# fight during sex



## joseermando (Jun 4, 2012)

me and my wife have been married for 4 years. We don't have sex frequently maybe once every 2-3 weeks. We tend to have some fights during sex (all in foreplay) which will result in aborting the mission.

My wife is the one who starts the fight, but she is always blaming me of making her angry by doing something she doesn't like, or by not doing anything interesting. 

Many times she ask me "why did you stop?" and I reply that I didn't stop, then she insists that I stopped reacting with her, and that will turn her off. which means I have to start everything from the beginning.

I don't know... is it normal to have a fight like that? any advice on how to fix this issue? thanks


----------



## River1977 (Oct 25, 2010)

I am really trying to understand, envision, and make sense of what you said. Did you stop or not? If you didn't, how can she say you stopped if you didn't stop? Please explain better because this doesn't make sense to me. I know I can be a very black & white person, but I am trying to understand how one person says things stopped, and the other person says things are still going. 

What is her complaint exactly?
What are you doing or not doing when she says you stopped?
If you are still doing whatever it is, how is it she thinks you stopped if you are still doing it?


----------



## The Renegade (May 16, 2012)

"Why did you stop?" 
"I have my reasons ... Ask me that again and I seriously have to punish you, baby." ... and keep doing what you're doing.

My take: Sex is not the right time for serious discussions.
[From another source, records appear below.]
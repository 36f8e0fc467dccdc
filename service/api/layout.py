"""The answer's layout in each request shape, from the outcomes of the core calls.

One case: a dict (422 where the case failed). Rows: a list of such dicts, or for a stream
:class:`service.api.rowstext.RowsText` / :class:`CaseRows` (the same bytes, written a slice at a
time). Columns: a dict of arrays, and :class:`ErrorsText` for a streamed ``errors``.
"""

from __future__ import annotations

import gc
import math
from typing import TYPE_CHECKING

import numpy as np
import orjson

from service.api.liststext import RaggedCheck, RaggedColumn, StatusColumn, list_lengths
from service.api.outcome import NO_STATUS, Outcome, outcome_of, status_objects
from service.api.problems import PHYSICALLY_IMPOSSIBLE, Problem
from service.core.cases import LARGEST_WHOLE, CaseResults
from service.core.checks import STATUSES

if TYPE_CHECKING:
    from service.api.declarations import Calculation

#: The parts of a check that belong to its rule, not to a case.
RULE_KEYS = ("limit", "fail_limit", "comparison", "basis")


class ErrorsText:
    """The ``errors`` of a batch answer, written as JSON text a slice of cases at a time.

    The same bytes as ``orjson.dumps`` of the list of ``{"index", "detail"}`` of every failed
    case in index order (see :meth:`Outcome.errors`), without a dict per case: the indices are
    an array, each detail is written once, and a slice of cases is one join.
    """

    CASES_PER_PIECE = 4_096

    def __init__(self, outcomes: list[Outcome]):
        indices, details, texts = [], [], []
        for outcome in outcomes:
            failed = np.flatnonzero(outcome.reason)
            indices.append(outcome.index[failed])
            details.append(outcome.reason[failed] - 1 + len(texts))
            texts += outcome.reasons
        self.index = np.concatenate(indices) if indices else np.zeros(0, dtype=np.intp)
        self.detail = np.concatenate(details) if details else np.zeros(0, dtype=np.intp)
        if len(outcomes) > 1:
            order = np.argsort(self.index, kind="stable")
            self.index, self.detail = self.index[order], self.detail[order]
        # The JSON text of each detail that some case reports (a batch in many chunks has thousands
        # of possible reasons, each station's and row's, of which a few apply).
        self.texts: list = [None] * len(texts)
        for k in np.unique(self.detail).tolist():
            self.texts[k] = orjson.dumps(texts[k]) if texts[k] is not None else None

    def __len__(self) -> int:
        return len(self.index)

    def json_pieces(self):
        if not len(self):
            yield b"[]"
            return
        for start in range(0, len(self), self.CASES_PER_PIECE):
            stop = min(start + self.CASES_PER_PIECE, len(self))
            # Each case's texts in one list, the index and the detail filled in by slice.
            parts = [b'{"index":', b"", b',"detail":', b"", b"},"] * (stop - start)
            parts[1::5] = orjson.dumps(self.index[start:stop], option=orjson.OPT_SERIALIZE_NUMPY)[1:-1].split(b",")
            parts[3::5] = map(self.texts.__getitem__, self.detail[start:stop].tolist())
            parts[-1] = b"}]" if stop == len(self) else b"}"
            yield (b"[" if start == 0 else b",") + b"".join(parts)
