def main(argv=None) -> int:
    parser = argparse.ArgumentParser(prog="python -m tests.benchmarks", description=__doc__.splitlines()[0])
    parser.add_argument("--workers", type=int, default=2, help="gunicorn workers of each server (default 2)")
    parser.add_argument("--clients", type=int, default=4, help="concurrent connections of the load (default 4)")
    parser.add_argument("--seconds", type=float, default=1.5, help="length of each throughput run (default 1.5)")
    parser.add_argument("--repeat", type=int, default=5, help="repetitions of each figure (default 5)")
    parser.add_argument("--large-repeat", type=int, default=3, help="repetitions of the 1,000,000 case run")
    parser.add_argument("--only", choices=[w.name for w in (*WORKLOADS, *MACHINE_WORKLOADS)], action="append",
                        help="measure only this calculation (repeatable)")
    parser.add_argument("--time-limit", type=int, default=900, help="stop with status 2 after this many seconds")
    parser.add_argument("--memory", action="store_true",
                        help="then the worker's peak memory per case of every calculation and shape "
                             "(python -m tests.benchmarks.memory; about a minute)")
    args = parser.parse_args(argv)

    def out_of_time(signum, frame):
        raise TimeoutError(f"the benchmark ran over its time limit of {args.time_limit} s")

    signal.signal(signal.SIGALRM, out_of_time)
    signal.alarm(args.time_limit)

    for name in harness.IGNORED_ENVIRONMENT:  # the in-process app reads them too
        os.environ.pop(name, None)
    from service import create_app

    # Rows of 100,000 cases exceed the default 16 MiB body limit; columns do not.
    max_body = 64 * 1024 * 1024
    # The in-process million cases are measured, not refused by the memory a request may take.
    app = create_app({"MAX_BODY_BYTES": 1 << 30, "MAX_CASES": LARGE_BATCH, "MAX_MEMORY": 1 << 34,
                      "LOG_LEVEL": "warning"})
    service = harness.service_server(harness.free_port(), args.workers, max_body)
    echo = harness.echo_server(harness.free_port(), args.workers)
    print(f"meanline benchmark: {os.cpu_count()} CPUs, {args.workers} gunicorn workers per server "
          f"(service/gunicorn_conf.py), {args.clients} client connections, loopback; "
          f"median (lowest .. highest) of {args.repeat} repetitions ({args.large_repeat} for "
          f"{LARGE_BATCH:,} cases); Python {platform.python_version()}, numpy {np.__version__}, "
          f"orjson {orjson.__version__}; service body limit {max_body // 2**20} MiB; "
          f"load average {os.getloadavg()[0]:.1f} at the start", flush=True)
    figures: list[Figure] = []
    started = time.monotonic()
    try:
        service.start(args.workers)
        echo.start(args.workers)
        for workload in WORKLOADS:
            if args.only and workload.name not in args.only:
                continue
            print(f"{workload.name} ({workload.path})", flush=True)
            for figure in measure(workload, args, service, echo, app):
                print(figure.line(), flush=True)
                figures.append(figure)
        for workload in MACHINE_WORKLOADS:
            if args.only and workload.name not in args.only:
                continue
            print(f"{workload.name} ({workload.path}, {MACHINE_BATCH:,} machines of different stage counts)",
                  flush=True)
            for figure in measure_machines(workload, args, service):
                print(figure.line(), flush=True)
                figures.append(figure)
    except Exception as error:  # noqa: BLE001 - report any failure as status 2, servers stopped
        print(f"benchmark failed: {type(error).__name__}: {error}", file=sys.stderr)
        for server in (service, echo):
            if server.process is not None and server.process.poll() is not None:
                print(f"{server.name} log:\n{server.log_text()}", file=sys.stderr)
        return 2
    finally:
        signal.alarm(0)
        service.stop()
        echo.stop()
    missed = [f for f in figures if not f.met]
    targeted = [f for f in figures if f.target is not None]
    print(f"{len(targeted) - len(missed)} of {len(targeted)} figures with a target within it "
          f"({time.monotonic() - started:.0f} s; load average {os.getloadavg()[0]:.1f} at the end)")
    if args.memory:
        from tests.benchmarks import memory

        print("worker peak memory per case (VmHWM over VmRSS before the request):", flush=True)
        memory.main([])
    return 1 if missed else 0


if __name__ == "__main__":
    sys.exit(main())
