def test_solidity_routes_agree():
    # sigma = c / s with s = 2 pi r_m / N (definition of solidity at the mean radius).
    chord, radius, count = 0.05, 0.3, 40
    pitch = 2.0 * math.pi * radius / count
    by_solidity = evaluate_diffusion_analysis("rotor", 150.0, -55.0, -35.0, solidity=chord / pitch)
    by_pitch = evaluate_diffusion_analysis("rotor", 150.0, -55.0, -35.0, chord=chord, pitch=pitch)
    by_count = evaluate_diffusion_analysis("rotor", 150.0, -55.0, -35.0, chord=chord, blade_count=count,
                                           mean_radius=radius)
    for other in (by_pitch, by_count):
        assert_allclose(other.values["diffusion_factor"], by_solidity.values["diffusion_factor"], rtol=1e-13)
        assert_allclose(other.values["solidity"], chord / pitch, rtol=1e-13)
    assert_allclose(solidity_from_blade_count(chord, radius, count), chord / pitch, rtol=1e-14)


def test_blade_count_rounds_up_but_not_for_round_off():
    # N = ceil(2 pi r sigma / c); a solidity made from 37 blades gives 37 back, not 38.
    chord, radius = 0.04, 0.25
    exact = solidity_from_blade_count(chord, radius, 37)
    assert_allclose(blade_count_for_solidity(chord, radius, exact), 37.0, rtol=0, atol=0)
    assert_allclose(blade_count_for_solidity(chord, radius, exact * 1.001), 38.0, rtol=0, atol=0)
    assert_allclose(blade_count_for_solidity(chord, radius, exact * 0.999), 37.0, rtol=0, atol=0)


# --- sizing -----------------------------------------------------------------------------------


def test_sizing_then_analysis_gives_back_the_target():
    # Every sizing is the inverse of its analysis (DESIGN quality bar), plain and SP-36 forms.
    targets = np.array([0.40, 0.45, 0.58])  # above 1 - cos 58 / cos 32 = 0.375
    for radii in ({}, {"inlet_radius": 0.30, "outlet_radius": 0.33, "shaft_speed": 9000.0}):
        sizing = evaluate_diffusion_sizing("rotor", 150.0, -58.0, -32.0, targets, **radii)
        analysis = evaluate_diffusion_analysis("rotor", 150.0, -58.0, -32.0,
                                               solidity=sizing.values["solidity"], **radii)
        assert_allclose(analysis.values["diffusion_factor"], targets, rtol=1e-12)


def test_sizing_of_specification_example_returns_its_solidity():
    # Specification check value (not published): the stator of 45 -> 15 deg at DF 0.4836
    # needs solidity 1.2 (inverse of the analysis), within the 4-digit rounding of 0.4836.
    result = evaluate_diffusion_sizing("stator", 141.42, 45.0, 15.0, 0.4836)
    assert_allclose(result.values["solidity"], 1.2, rtol=2e-4)
    assert_allclose(result.values["minimum_diffusion_factor"], 1.0 - math.cos(math.radians(45.0))
                    / math.cos(math.radians(15.0)), rtol=1e-6)
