def design_row_geometry(machine, values, zweifel_coefficient=zweifel.OPTIMUM_ZWEIFEL_COEFFICIENT,
                        target_diffusion_factor=None, solidity=None, shaft_speed=None):
    """Every row's solidity and pitch as its sizing target asks, before the blade count is rounded.

    The machine design rounds every blade count up, so its ``row_solidity`` and ``row_pitch``
    jump as a row's flow changes a little; the loss model takes the target's own (continuous)
    value so that the estimated efficiency is a continuous function of the design and the
    iteration can settle. Compressor: the given ``solidity``, or the solidity
    :func:`service.core.diffusion.evaluate_diffusion_sizing` finds for ``target_diffusion_factor``
    with the row's own velocities and radii (as :func:`service.core.blade_rows.size_rows` does);
    turbine: the pitch of the incompressible Zweifel target
    (:func:`service.core.zweifel.pitch_to_axial_chord_for_zweifel` times the axial chord).

    Parameters
    ----------
    machine : str
        ``compressor`` or ``turbine``.
    values : mapping of str to numpy.ndarray
        Outputs of :func:`service.core.machine.evaluate_machine_design`, ``(cases, ...)``.
    zweifel_coefficient : array_like
        Turbine: per case. [-]
    target_diffusion_factor, solidity : array_like, optional
        Compressor: exactly one, per case. [-]
    shaft_speed : array_like, optional
        Compressor with a target diffusion factor: per case. [rev min^-1]

    Returns
    -------
    dict of str to numpy.ndarray
        ``row_solidity`` [-] and ``row_pitch`` [m], ``(cases, 2 width)``.
    """
    inlet, outlet = values["row_inlet_angle"], values["row_outlet_angle"]
    axial_chord, chord = values["row_axial_chord"], values["row_chord"]
    with np.errstate(all="ignore"):
        if machine == "turbine":
            pitch = zweifel.pitch_to_axial_chord_for_zweifel(
                inlet, outlet, np.asarray(zweifel_coefficient, dtype=float).reshape(-1, 1)) * axial_chord
            return {"row_pitch": pitch, "row_solidity": chord / pitch}
        if solidity is not None:
            sigma = np.broadcast_to(np.asarray(solidity, dtype=float).reshape(-1, 1), chord.shape).copy()
        else:
            sigma = np.full(chord.shape, np.nan)
            vx, r = values["station_axial_velocity"], values["station_mean_radius"]
            target = np.asarray(target_diffusion_factor, dtype=float).reshape(-1, 1)
            for kind, cols in (("rotor", slice(0, None, 2)), ("stator", slice(1, None, 2))):
                radii = {"inlet_radius": r[:, :-1][:, cols], "outlet_radius": r[:, 1:][:, cols]}
                if kind == "rotor":
                    radii["shaft_speed"] = np.asarray(shaft_speed, dtype=float).reshape(-1, 1)
                sized = diffusion.evaluate_diffusion_sizing(
                    kind, vx[:, :-1][:, cols], inlet[:, cols], outlet[:, cols], target,
                    outlet_axial_velocity=vx[:, 1:][:, cols], **radii)
                sigma[:, cols] = sized.values["solidity"]
        return {"row_solidity": sigma, "row_pitch": chord / sigma}


def soderberg_row_reynolds_numbers(values, rows, width, dynamic_viscosity=None):
    """Soderberg's Reynolds number of every turbine row from the machine's own rows and exit stations.

    .. math:: Re = \\frac{\\rho_{out} c_{out} D_h}{\\mu}, \\qquad
              D_h = \\frac{2 s H \\cos\\alpha_{out}}{s \\cos\\alpha_{out} + H}

    with the row's exit density, speed and flow angle in its own frame, its pitch ``s`` and blade
    height ``H`` at the mean radius.

    Parameters
    ----------
    values : mapping of str to numpy.ndarray
        Turbine outputs of :func:`service.core.machine.evaluate_machine_design`.
    rows : mapping of str to numpy.ndarray
        ``row_pitch`` of every row, ``(cases, 2 width)`` (:func:`design_row_geometry`). [m]
    width : int
        Stage count (the widest case's). [-]
    dynamic_viscosity : array_like, optional
        Per case, ``(cases,)``. [Pa s]; by default air's by Sutherland's law at each row's exit
        static temperature.

    Returns
    -------
    dict of str to numpy.ndarray
        ``stator`` and ``rotor``: per stage, ``(cases, width)``. [-]

    References
    ----------
    Dixon and Hall (2014), ch. 4 (Soderberg's Reynolds number on the hydraulic diameter).
    """
    rotor, stator = _row_columns("turbine", width)
    out = {}
    for row, column, speed, angle in (("stator", stator, "station_velocity", "station_alpha"),
                                      ("rotor", rotor, "station_relative_velocity", "station_beta")):
        exit_station = column + 1
        temperature = values["station_static_temperature"][:, exit_station]
        mu = loss_efficiency.sutherland_viscosity(temperature) if dynamic_viscosity is None else \
            np.asarray(dynamic_viscosity, dtype=float)[:, None]
        d_h = soderberg.hydraulic_diameter(rows["row_pitch"][:, column], values["row_blade_height"][:, column],
                                           values[angle][:, exit_station])
        out[row] = values["station_density"][:, exit_station] * values[speed][:, exit_station] * d_h / mu
    return out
Ignore her words, put on a sly smile and play with that girl. (Soon it might become more frequent again as well).


----------



## Gaia (Apr 27, 2012)

joseermando said:


> My wife is the one who starts the fight, but she is always blaming me of making her angry by doing something she doesn't like, or by not doing anything interesting.


Now do you literally mean fights? Or... rough foreplay?


----------



## 2nd_t!me iz_best (Feb 28, 2011)

sounds like she is trying to get out of the monthly sex session


----------



## EleGirl (Dec 3, 2011)

You will need to look elsewhere in your relationship for why she is avoiding sex with you.


----------



## seesah (Apr 26, 2012)

joseermando said:


> me and my wife have been married for 4 years. We don't have sex frequently maybe once every 2-3 weeks. We tend to have some fights during sex (all in foreplay) which will result in aborting the mission.
> 
> My wife is the one who starts the fight, but she is always blaming me of making her angry by doing something she doesn't like, or by not doing anything interesting.
> 
> ...


Do you think maybe she just doesn't feel heard otherwise so she brings it up when she thinks you'll be more likely to listen to her?


----------



## joseermando (Jun 4, 2012)

River1977 said:


> I am really trying to understand, envision, and make sense of what you said. Did you stop or not? If you didn't, how can she say you stopped if you didn't stop? Please explain better because this doesn't make sense to me. I know I can be a very black & white person, but I am trying to understand how one person says things stopped, and the other person says things are still going.
> 
> What is her complaint exactly?
> What are you doing or not doing when she says you stopped?
> If you are still doing whatever it is, how is it she thinks you stopped if you are still doing it?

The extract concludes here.